[GOAL OF THE EXERCISE] Take from the records below each line that holds "facts".

(Stored data)

########################################

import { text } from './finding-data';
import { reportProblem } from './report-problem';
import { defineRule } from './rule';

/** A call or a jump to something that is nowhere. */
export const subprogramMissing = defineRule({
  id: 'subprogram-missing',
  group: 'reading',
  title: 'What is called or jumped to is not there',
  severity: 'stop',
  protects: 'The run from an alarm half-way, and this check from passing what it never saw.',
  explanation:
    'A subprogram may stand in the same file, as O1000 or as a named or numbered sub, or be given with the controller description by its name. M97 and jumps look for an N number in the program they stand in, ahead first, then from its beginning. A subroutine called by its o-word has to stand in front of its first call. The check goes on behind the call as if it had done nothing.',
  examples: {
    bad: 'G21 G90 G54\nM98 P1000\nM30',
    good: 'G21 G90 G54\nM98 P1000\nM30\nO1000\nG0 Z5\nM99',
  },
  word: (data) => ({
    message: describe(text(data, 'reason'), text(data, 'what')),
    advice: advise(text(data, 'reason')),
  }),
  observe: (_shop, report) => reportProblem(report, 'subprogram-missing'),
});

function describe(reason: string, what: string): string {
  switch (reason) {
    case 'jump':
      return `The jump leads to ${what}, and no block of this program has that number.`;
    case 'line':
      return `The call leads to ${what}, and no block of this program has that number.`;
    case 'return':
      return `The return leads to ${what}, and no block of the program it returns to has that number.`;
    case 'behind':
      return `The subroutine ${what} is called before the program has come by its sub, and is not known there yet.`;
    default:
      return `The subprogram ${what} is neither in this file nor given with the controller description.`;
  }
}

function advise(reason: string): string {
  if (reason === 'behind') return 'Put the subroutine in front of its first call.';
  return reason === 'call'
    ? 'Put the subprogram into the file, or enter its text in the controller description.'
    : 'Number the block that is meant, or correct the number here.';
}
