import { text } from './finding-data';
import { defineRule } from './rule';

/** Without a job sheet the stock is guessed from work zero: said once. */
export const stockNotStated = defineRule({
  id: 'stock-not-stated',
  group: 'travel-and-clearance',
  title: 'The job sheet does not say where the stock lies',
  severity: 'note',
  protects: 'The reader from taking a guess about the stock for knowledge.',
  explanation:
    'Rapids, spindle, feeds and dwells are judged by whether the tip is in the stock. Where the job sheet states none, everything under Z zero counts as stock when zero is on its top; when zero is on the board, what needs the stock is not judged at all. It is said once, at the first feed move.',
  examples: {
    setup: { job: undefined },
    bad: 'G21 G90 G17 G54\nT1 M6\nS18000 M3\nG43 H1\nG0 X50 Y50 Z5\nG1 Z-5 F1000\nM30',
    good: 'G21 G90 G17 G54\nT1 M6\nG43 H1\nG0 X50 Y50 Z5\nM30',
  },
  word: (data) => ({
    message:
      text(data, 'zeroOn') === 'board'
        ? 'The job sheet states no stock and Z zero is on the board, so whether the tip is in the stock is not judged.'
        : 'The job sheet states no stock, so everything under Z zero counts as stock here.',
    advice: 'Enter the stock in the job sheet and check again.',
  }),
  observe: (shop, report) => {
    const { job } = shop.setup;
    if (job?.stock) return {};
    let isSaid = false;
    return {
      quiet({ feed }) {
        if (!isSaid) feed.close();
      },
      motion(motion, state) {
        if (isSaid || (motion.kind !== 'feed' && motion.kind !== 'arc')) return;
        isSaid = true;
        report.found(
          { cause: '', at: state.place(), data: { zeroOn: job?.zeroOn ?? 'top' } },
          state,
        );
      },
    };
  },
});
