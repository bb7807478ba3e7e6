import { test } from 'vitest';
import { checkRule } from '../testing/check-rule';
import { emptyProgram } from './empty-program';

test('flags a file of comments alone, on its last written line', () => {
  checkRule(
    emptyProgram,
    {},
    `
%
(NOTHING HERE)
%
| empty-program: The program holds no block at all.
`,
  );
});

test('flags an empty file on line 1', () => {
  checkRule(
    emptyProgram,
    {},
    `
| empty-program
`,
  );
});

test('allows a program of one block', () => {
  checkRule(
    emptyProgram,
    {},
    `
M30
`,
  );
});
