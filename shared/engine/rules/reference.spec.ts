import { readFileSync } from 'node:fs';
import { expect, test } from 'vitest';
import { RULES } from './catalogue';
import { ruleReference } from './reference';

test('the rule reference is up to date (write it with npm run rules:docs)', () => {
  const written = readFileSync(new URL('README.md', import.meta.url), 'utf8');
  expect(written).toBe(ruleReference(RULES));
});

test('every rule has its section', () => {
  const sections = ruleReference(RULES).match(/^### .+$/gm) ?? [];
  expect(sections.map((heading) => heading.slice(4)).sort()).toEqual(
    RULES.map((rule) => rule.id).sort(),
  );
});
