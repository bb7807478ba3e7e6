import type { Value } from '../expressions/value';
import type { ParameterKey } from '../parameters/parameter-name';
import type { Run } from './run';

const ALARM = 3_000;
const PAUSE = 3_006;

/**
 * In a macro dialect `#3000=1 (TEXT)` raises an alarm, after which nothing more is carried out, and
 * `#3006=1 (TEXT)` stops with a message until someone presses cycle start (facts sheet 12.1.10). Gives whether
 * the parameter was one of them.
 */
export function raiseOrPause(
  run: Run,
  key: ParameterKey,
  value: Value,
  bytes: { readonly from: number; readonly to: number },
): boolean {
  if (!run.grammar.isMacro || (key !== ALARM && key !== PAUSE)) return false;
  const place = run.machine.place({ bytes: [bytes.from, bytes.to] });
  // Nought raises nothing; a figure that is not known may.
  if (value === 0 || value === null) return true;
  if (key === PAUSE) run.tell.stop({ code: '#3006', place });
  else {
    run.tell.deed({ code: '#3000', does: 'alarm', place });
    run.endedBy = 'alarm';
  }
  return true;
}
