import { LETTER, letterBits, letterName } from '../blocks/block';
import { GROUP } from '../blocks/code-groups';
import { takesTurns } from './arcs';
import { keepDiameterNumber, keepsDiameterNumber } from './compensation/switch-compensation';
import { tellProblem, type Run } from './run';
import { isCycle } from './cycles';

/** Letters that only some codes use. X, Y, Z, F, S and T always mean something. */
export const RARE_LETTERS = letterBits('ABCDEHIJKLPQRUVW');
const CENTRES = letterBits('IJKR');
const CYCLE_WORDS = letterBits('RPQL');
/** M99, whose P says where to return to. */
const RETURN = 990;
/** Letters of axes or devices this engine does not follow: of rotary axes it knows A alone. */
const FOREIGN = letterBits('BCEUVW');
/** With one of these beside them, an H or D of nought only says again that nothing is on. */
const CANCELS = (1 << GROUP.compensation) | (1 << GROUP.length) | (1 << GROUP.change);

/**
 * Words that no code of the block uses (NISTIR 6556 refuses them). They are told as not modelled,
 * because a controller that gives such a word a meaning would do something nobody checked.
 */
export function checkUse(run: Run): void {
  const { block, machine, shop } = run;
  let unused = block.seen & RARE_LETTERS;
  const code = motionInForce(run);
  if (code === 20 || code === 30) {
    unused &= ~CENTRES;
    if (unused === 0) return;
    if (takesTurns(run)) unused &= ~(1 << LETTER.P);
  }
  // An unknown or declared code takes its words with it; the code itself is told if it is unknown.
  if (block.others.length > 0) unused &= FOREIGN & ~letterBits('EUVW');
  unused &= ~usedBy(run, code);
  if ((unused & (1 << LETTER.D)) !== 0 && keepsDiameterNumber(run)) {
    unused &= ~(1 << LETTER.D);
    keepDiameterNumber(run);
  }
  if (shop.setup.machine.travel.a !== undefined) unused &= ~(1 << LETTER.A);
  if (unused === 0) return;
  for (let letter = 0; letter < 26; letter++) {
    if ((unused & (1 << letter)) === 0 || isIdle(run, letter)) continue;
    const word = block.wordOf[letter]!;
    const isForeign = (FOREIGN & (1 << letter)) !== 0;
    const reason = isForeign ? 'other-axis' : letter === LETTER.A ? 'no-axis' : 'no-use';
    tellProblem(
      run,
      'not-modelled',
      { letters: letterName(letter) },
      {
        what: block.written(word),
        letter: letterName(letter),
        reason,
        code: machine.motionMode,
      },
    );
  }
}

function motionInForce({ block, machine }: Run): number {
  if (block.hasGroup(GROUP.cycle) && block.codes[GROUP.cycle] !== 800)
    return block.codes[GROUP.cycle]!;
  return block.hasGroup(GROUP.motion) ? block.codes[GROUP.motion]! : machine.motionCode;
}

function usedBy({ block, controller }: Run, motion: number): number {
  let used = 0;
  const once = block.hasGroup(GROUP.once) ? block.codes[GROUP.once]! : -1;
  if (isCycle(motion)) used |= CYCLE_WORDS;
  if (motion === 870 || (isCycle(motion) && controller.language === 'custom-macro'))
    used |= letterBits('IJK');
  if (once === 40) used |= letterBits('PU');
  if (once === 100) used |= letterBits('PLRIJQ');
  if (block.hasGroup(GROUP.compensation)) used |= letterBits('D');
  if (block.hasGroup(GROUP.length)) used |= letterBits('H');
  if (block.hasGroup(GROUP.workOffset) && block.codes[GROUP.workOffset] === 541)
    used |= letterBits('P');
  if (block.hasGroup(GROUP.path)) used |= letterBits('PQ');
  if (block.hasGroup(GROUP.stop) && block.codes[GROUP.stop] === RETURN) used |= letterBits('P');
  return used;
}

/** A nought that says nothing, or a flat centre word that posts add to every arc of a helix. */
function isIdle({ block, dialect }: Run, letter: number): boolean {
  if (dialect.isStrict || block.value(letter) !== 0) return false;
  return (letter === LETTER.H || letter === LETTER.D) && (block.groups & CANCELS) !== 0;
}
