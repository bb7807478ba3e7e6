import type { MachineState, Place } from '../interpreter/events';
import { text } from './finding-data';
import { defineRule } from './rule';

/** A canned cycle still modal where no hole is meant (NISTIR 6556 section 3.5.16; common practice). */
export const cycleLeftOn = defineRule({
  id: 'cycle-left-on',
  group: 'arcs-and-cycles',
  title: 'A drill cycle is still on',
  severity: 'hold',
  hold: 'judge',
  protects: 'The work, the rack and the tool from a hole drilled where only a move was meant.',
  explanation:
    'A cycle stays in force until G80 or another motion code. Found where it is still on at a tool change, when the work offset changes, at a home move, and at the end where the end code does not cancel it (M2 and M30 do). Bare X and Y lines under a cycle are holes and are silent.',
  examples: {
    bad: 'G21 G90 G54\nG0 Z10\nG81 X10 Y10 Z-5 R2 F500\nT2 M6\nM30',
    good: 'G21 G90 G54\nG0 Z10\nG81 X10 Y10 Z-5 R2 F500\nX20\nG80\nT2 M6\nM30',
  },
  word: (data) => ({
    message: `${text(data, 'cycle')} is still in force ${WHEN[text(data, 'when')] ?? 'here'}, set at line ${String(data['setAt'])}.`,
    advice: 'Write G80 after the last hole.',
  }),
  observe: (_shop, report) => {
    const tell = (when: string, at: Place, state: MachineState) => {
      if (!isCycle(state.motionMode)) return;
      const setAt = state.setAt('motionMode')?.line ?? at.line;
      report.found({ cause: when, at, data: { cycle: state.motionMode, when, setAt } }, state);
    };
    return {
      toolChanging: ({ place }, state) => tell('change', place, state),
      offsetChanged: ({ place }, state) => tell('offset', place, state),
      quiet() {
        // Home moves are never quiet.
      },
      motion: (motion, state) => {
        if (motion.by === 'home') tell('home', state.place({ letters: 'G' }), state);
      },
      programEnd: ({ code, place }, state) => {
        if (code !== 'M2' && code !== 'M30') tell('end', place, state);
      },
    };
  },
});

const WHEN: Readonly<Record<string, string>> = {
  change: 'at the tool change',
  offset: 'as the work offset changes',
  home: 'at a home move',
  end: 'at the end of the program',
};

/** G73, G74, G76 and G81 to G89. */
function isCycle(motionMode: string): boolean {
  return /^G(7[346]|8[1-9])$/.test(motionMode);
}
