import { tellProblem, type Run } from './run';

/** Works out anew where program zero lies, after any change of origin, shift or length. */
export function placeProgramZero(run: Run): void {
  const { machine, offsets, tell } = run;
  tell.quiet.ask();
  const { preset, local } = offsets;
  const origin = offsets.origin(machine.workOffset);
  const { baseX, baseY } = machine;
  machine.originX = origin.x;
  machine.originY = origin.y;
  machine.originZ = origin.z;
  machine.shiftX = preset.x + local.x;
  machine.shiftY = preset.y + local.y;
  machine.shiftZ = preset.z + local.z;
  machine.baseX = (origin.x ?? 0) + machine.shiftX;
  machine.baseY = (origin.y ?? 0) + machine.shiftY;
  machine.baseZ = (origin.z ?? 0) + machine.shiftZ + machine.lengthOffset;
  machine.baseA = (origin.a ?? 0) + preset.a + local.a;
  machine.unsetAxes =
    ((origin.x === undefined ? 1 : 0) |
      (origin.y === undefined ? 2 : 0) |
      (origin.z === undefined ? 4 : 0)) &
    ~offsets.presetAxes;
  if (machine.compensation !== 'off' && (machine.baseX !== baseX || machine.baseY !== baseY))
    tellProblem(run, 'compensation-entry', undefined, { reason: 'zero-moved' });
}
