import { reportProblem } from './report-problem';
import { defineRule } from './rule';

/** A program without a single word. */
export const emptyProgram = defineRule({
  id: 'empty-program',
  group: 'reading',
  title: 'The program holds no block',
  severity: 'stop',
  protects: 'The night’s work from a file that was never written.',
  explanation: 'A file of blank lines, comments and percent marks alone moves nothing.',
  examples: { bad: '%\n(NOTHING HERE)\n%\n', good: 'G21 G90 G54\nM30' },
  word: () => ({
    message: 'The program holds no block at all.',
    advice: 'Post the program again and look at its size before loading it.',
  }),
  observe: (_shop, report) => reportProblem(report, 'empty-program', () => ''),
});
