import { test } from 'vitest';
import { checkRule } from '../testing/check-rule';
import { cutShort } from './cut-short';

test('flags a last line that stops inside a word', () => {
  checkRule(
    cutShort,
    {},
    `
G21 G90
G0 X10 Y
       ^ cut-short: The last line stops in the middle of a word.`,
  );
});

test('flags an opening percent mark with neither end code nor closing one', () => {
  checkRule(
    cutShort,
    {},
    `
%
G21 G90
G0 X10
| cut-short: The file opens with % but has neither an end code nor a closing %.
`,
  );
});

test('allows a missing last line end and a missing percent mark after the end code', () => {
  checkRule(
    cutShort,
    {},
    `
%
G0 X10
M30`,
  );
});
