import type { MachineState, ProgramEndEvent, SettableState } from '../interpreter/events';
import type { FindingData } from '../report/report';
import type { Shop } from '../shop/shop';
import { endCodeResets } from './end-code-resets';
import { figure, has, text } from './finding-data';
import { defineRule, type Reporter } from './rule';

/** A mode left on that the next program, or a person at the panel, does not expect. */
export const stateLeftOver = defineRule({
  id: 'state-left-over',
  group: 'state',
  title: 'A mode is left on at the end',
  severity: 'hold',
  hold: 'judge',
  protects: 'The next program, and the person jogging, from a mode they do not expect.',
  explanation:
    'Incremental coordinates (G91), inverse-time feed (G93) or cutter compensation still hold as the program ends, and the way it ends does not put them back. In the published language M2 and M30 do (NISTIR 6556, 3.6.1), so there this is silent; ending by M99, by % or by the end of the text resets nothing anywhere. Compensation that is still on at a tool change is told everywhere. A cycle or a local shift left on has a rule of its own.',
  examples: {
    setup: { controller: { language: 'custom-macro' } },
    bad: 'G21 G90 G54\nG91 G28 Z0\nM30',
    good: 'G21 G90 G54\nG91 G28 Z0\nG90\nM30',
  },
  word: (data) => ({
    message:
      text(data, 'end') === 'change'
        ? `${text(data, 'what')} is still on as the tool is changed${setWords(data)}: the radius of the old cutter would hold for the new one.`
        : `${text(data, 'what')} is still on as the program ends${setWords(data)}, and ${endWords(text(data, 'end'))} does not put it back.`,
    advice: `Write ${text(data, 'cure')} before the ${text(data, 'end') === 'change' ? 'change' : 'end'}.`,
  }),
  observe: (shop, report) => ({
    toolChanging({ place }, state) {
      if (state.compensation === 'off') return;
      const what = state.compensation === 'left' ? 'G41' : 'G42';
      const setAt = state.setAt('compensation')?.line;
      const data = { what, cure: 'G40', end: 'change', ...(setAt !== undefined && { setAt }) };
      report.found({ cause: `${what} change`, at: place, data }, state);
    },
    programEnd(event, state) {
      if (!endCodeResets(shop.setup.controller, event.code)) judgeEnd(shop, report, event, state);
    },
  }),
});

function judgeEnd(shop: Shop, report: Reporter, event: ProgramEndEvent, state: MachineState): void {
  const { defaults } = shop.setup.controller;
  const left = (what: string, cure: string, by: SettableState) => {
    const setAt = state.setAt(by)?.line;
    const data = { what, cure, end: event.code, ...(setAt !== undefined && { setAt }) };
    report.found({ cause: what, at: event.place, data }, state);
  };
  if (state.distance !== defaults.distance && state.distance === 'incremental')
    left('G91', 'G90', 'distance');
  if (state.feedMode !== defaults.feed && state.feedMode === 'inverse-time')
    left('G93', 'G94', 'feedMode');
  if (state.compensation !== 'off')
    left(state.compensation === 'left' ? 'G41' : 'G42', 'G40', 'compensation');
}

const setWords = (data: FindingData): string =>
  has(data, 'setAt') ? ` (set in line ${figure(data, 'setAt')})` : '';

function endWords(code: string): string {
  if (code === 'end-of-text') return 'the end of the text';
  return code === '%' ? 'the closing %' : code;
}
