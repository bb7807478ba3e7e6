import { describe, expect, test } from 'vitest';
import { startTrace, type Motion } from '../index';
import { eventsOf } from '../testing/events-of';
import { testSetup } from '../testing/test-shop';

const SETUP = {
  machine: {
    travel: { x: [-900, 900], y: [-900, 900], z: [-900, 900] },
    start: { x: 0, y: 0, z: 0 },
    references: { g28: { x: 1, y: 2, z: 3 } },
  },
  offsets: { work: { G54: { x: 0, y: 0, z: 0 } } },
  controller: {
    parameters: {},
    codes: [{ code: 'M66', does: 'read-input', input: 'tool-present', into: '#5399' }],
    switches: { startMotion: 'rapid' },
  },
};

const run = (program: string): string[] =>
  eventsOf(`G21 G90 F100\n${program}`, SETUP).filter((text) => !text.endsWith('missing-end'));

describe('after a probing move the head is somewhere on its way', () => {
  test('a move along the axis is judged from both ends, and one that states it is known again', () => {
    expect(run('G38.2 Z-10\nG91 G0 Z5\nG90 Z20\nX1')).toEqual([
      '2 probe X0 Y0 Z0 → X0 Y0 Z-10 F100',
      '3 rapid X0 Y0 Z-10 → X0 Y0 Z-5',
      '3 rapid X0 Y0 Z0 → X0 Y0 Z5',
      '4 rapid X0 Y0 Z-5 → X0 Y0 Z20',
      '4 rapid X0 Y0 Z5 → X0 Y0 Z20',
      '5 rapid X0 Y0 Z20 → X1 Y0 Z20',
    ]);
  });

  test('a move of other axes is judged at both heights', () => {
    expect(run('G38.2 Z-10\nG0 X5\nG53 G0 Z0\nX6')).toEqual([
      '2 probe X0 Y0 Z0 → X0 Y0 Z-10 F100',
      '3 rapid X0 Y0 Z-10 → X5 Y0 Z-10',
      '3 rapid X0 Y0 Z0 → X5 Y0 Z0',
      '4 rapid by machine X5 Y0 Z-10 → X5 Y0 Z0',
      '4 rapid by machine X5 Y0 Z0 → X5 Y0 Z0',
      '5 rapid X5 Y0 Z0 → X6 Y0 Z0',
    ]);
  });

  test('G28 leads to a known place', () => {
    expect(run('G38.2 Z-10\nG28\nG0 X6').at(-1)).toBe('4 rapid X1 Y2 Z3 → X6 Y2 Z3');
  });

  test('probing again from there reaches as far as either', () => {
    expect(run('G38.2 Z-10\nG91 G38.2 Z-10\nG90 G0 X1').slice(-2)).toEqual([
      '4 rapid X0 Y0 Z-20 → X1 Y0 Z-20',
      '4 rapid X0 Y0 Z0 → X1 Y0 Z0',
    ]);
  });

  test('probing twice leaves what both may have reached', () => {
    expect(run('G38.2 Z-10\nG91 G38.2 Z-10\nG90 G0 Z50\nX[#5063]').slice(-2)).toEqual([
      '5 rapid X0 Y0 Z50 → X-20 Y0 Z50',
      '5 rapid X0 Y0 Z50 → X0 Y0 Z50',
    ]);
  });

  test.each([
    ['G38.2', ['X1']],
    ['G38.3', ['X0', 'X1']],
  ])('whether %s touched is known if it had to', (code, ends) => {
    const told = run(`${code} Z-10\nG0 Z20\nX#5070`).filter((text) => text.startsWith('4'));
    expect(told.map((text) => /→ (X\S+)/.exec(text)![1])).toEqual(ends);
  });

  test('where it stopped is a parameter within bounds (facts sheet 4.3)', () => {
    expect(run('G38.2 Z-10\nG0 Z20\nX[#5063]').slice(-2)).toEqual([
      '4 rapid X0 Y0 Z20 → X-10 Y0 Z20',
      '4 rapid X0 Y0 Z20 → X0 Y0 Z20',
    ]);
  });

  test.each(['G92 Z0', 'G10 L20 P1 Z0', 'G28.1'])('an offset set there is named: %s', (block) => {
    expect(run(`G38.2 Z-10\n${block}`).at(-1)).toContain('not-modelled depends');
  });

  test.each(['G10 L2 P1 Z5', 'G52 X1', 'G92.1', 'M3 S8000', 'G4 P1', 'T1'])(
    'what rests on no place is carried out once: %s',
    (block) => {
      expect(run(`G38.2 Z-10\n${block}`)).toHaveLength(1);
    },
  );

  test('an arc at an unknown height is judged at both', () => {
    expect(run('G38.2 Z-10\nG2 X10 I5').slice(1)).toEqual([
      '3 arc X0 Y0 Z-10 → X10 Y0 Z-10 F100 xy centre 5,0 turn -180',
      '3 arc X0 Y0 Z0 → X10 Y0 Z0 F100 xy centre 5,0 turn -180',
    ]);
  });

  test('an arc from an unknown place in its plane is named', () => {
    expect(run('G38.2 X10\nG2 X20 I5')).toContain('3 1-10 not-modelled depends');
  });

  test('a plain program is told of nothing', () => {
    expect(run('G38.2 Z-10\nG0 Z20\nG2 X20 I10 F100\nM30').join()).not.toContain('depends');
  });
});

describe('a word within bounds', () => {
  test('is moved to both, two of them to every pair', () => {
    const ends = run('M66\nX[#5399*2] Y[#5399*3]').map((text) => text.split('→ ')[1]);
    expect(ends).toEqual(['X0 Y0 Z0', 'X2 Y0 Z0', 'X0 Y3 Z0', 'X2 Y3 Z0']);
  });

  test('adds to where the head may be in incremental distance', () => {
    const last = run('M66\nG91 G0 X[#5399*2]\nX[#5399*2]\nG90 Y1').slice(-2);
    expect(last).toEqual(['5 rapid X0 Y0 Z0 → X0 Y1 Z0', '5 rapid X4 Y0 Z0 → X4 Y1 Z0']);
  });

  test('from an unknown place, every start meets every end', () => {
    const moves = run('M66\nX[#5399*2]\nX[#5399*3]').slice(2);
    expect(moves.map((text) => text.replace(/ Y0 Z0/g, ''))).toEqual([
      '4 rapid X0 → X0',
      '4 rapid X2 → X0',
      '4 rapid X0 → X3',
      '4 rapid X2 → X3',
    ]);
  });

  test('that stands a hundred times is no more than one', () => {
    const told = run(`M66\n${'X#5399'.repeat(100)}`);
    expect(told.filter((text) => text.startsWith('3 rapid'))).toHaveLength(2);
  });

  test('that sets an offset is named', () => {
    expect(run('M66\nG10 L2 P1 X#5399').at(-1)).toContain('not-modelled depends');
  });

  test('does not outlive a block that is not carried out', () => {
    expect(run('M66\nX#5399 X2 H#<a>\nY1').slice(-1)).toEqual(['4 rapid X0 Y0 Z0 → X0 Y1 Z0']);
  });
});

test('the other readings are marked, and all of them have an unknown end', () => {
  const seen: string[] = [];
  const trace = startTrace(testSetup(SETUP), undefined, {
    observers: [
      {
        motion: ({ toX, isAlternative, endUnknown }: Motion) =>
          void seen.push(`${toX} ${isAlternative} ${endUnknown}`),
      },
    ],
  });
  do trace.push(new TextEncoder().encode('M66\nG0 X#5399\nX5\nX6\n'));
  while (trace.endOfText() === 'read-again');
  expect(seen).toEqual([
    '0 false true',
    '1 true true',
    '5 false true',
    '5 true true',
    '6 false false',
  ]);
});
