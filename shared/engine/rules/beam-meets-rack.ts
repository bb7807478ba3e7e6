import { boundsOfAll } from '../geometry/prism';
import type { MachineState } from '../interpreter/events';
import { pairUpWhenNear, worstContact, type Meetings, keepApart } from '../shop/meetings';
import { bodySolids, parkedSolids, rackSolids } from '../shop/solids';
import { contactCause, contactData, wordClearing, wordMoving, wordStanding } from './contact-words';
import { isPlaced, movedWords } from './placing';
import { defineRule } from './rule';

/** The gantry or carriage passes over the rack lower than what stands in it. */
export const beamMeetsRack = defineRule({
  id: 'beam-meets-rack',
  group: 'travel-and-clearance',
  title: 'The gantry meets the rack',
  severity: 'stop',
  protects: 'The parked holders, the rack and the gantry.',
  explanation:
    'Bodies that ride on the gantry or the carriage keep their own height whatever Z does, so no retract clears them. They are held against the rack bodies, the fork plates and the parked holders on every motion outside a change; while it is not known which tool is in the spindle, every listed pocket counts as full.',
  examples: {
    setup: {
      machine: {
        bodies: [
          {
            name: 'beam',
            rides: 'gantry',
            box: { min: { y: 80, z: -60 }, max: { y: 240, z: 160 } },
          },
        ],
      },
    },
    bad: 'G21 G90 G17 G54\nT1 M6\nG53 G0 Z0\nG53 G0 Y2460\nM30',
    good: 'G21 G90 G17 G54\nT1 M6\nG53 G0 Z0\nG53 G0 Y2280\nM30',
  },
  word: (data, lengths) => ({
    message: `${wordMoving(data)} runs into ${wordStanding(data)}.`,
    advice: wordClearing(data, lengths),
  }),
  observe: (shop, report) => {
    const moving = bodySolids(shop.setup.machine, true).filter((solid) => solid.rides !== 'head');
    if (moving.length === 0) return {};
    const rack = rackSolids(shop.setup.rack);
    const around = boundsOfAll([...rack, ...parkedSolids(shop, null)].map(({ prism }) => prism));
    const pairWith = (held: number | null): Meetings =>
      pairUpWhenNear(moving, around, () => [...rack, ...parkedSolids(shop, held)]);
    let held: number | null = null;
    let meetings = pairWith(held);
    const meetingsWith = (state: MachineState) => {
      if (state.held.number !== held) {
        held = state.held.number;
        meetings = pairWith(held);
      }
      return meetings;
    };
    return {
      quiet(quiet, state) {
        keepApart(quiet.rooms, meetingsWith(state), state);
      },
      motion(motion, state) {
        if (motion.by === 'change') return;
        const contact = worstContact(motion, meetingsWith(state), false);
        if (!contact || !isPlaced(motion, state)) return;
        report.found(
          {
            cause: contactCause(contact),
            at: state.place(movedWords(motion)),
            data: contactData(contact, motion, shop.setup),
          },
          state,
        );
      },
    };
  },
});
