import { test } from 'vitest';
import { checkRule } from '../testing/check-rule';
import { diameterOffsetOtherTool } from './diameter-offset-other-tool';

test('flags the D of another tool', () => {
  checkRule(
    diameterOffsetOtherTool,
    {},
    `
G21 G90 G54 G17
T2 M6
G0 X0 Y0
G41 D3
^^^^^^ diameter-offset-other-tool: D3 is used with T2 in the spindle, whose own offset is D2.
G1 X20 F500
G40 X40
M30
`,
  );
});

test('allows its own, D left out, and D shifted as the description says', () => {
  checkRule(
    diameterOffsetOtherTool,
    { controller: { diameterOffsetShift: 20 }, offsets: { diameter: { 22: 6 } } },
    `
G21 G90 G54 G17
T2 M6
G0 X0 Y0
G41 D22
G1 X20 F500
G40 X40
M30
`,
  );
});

########################################

[SOLUTION FOR THIS PROBLEM]
 * `#3006=1 (TEXT)` stops with a message until someone presses cycle start (facts sheet 12.1.10). Gives whether
  test('where it stopped is a parameter within bounds (facts sheet 4.3)', () => {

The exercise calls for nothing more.